Each line of the records below that holds "after" should be copied out.

### RECORDS PROVIDED
= Beginning of Section =
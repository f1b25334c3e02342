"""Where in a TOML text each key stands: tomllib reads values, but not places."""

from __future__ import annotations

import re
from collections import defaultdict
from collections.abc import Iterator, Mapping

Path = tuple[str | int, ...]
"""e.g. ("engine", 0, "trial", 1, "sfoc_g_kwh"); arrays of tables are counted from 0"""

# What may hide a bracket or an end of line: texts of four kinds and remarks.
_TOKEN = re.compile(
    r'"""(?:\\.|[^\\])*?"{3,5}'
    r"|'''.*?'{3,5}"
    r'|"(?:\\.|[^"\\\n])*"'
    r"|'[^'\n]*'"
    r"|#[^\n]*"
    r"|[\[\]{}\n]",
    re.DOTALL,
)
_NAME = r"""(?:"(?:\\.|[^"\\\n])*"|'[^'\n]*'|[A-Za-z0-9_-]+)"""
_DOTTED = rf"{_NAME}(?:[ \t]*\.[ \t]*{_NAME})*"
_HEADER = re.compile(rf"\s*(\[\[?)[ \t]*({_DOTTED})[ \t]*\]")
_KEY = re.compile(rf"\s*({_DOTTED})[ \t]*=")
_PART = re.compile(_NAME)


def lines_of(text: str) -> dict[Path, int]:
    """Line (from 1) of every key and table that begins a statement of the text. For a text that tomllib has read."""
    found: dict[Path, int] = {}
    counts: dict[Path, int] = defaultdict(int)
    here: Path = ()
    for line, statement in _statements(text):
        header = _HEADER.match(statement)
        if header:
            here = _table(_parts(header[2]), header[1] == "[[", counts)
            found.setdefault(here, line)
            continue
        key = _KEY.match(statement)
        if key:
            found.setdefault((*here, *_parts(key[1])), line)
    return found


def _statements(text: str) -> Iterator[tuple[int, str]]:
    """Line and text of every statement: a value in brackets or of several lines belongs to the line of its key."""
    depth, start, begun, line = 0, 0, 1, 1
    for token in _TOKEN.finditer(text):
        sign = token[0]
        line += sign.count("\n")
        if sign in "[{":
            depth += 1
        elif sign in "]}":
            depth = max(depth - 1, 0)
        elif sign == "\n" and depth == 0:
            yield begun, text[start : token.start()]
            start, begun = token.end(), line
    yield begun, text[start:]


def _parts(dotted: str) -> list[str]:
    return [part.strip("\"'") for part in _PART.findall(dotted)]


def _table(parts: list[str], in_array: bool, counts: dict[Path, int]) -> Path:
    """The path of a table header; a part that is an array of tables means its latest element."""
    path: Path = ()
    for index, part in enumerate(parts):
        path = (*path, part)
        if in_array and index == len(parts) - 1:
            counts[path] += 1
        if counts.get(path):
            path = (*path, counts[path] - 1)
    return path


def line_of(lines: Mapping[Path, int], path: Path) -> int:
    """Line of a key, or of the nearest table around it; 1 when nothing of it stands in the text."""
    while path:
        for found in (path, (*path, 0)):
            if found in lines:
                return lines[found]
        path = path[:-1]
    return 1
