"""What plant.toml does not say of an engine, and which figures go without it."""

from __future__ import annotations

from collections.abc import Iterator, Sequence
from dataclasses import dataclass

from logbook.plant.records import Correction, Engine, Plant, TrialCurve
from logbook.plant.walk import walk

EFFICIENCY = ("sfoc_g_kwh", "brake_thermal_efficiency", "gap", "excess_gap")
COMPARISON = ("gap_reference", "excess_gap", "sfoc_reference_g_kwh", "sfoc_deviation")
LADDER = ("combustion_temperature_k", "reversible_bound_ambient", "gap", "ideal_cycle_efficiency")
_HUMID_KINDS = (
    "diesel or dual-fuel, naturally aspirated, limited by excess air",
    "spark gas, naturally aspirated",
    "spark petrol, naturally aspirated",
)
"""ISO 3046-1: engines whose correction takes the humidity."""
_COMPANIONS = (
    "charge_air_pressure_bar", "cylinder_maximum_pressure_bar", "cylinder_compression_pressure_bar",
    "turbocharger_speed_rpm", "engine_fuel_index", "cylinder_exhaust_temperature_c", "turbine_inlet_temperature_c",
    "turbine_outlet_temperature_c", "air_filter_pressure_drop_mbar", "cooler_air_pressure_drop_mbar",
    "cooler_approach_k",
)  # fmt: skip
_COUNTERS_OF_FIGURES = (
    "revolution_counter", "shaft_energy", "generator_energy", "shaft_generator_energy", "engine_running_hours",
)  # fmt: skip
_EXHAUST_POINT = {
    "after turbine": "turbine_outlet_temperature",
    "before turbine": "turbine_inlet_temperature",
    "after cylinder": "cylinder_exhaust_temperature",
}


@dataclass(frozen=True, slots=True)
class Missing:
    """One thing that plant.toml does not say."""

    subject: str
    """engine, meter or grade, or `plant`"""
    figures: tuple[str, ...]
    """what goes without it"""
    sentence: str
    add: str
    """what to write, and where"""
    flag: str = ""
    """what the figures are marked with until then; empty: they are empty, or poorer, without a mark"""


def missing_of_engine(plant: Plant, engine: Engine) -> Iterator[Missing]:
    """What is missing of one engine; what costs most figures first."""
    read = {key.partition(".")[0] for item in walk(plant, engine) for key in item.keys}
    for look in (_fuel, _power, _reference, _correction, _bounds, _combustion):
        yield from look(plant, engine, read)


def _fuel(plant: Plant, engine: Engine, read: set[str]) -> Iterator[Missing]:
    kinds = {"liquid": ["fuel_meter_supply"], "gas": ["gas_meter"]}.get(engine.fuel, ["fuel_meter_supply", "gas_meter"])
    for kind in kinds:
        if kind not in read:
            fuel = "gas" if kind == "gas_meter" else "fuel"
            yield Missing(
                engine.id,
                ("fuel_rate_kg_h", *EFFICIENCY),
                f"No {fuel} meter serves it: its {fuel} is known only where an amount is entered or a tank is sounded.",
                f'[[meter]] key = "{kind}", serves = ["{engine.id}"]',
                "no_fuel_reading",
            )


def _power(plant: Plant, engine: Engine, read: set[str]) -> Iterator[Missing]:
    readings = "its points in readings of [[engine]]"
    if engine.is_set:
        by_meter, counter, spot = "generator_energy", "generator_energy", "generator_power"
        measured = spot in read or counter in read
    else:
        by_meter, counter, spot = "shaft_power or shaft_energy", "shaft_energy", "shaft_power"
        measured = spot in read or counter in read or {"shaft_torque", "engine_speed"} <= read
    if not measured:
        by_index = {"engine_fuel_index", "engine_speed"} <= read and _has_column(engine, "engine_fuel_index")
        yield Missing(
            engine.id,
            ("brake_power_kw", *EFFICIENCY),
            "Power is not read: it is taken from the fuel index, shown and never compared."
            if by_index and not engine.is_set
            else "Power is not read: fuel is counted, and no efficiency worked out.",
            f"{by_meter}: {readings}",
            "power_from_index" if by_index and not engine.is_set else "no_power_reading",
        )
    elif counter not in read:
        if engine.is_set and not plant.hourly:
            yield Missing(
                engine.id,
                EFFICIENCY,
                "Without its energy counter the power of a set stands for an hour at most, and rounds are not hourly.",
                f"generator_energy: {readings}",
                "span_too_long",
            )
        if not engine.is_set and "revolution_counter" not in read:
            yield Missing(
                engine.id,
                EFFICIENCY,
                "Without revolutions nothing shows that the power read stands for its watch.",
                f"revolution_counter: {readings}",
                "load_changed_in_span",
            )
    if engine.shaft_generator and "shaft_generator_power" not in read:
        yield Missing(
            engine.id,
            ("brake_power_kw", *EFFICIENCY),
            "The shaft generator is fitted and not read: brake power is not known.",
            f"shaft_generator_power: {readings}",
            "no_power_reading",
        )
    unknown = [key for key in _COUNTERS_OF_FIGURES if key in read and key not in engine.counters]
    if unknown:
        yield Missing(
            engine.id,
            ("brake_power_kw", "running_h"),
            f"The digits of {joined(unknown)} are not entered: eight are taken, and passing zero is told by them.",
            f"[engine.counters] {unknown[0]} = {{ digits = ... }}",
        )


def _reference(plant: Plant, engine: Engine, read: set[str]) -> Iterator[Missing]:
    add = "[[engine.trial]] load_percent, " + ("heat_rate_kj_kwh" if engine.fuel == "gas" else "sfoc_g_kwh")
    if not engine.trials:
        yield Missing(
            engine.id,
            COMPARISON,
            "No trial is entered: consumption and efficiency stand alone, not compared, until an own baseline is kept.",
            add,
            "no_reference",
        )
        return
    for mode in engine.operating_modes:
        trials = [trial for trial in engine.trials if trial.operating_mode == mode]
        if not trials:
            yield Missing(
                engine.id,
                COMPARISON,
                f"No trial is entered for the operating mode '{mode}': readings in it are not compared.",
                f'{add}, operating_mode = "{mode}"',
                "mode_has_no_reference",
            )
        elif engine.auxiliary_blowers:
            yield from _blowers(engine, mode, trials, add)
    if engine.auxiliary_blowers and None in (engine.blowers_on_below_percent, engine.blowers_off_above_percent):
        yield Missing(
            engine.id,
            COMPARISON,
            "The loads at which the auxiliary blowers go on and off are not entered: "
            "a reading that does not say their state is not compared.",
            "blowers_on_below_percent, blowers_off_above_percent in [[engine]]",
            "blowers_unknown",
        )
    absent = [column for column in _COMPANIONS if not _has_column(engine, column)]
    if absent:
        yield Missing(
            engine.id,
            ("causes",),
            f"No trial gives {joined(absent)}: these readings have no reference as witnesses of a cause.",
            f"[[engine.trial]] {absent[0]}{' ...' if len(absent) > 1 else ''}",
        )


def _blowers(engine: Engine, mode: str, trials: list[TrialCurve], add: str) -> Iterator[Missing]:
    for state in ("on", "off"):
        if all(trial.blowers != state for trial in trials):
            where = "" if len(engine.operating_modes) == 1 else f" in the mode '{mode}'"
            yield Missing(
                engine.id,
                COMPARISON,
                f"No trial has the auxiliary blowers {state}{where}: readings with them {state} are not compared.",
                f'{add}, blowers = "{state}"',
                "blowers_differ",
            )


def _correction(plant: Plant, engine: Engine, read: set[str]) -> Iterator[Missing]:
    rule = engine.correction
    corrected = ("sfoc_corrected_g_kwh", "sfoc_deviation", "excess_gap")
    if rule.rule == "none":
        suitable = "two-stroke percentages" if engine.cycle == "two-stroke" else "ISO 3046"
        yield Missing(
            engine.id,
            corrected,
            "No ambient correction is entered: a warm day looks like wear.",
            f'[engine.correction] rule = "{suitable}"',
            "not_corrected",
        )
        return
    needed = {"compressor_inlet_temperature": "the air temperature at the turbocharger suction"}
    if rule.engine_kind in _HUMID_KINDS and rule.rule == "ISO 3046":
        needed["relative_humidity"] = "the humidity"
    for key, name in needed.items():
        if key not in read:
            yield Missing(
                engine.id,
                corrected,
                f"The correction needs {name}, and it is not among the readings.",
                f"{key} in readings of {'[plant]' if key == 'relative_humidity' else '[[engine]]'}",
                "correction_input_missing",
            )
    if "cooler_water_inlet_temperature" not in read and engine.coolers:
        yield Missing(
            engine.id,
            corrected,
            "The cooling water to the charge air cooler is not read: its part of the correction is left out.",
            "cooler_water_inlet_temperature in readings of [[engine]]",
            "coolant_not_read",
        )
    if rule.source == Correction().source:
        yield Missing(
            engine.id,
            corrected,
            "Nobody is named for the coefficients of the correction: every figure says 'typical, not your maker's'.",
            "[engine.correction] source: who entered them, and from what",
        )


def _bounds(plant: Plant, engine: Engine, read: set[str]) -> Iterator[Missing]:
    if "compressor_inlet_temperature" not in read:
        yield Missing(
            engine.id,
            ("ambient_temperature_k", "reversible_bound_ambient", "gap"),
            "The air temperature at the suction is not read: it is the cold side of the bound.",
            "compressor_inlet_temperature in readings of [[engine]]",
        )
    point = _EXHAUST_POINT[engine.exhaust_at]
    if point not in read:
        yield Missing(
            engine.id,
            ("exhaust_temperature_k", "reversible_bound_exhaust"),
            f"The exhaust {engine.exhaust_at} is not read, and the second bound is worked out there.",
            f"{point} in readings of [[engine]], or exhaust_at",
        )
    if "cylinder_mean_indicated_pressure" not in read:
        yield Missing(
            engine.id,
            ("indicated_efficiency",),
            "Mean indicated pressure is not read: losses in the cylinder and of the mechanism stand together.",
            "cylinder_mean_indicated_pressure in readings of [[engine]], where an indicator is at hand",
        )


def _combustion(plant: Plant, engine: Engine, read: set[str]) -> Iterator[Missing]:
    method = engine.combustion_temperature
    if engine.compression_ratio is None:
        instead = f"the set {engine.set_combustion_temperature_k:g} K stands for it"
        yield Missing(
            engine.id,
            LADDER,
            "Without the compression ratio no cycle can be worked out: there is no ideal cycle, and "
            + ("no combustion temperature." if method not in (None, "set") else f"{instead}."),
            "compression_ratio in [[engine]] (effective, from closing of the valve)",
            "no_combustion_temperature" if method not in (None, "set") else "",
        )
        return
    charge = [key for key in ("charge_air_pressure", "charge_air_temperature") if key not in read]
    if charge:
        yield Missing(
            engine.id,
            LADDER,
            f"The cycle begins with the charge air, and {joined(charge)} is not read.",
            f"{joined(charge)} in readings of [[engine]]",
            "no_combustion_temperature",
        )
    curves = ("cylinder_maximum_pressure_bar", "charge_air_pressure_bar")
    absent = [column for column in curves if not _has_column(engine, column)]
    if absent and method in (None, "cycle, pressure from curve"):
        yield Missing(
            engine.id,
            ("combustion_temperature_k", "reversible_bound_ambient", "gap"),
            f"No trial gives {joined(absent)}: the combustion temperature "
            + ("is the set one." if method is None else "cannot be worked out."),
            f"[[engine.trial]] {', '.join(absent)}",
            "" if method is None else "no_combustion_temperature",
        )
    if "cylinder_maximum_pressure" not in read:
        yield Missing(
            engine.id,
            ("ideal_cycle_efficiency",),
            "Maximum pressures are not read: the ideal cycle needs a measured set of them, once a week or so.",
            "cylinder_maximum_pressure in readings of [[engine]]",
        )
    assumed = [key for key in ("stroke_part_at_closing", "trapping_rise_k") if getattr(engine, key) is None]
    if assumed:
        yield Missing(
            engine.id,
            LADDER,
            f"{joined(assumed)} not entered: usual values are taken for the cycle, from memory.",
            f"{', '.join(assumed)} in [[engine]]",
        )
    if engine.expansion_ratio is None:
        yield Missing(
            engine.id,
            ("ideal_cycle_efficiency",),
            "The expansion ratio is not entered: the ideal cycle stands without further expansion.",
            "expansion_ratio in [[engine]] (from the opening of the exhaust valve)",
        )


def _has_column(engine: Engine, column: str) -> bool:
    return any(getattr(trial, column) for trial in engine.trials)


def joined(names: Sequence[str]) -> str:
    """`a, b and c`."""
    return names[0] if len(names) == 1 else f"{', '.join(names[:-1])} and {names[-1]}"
= End of Section =
### ANSWER BELOW
    "after turbine": "turbine_outlet_temperature",
    "after cylinder": "cylinder_exhaust_temperature",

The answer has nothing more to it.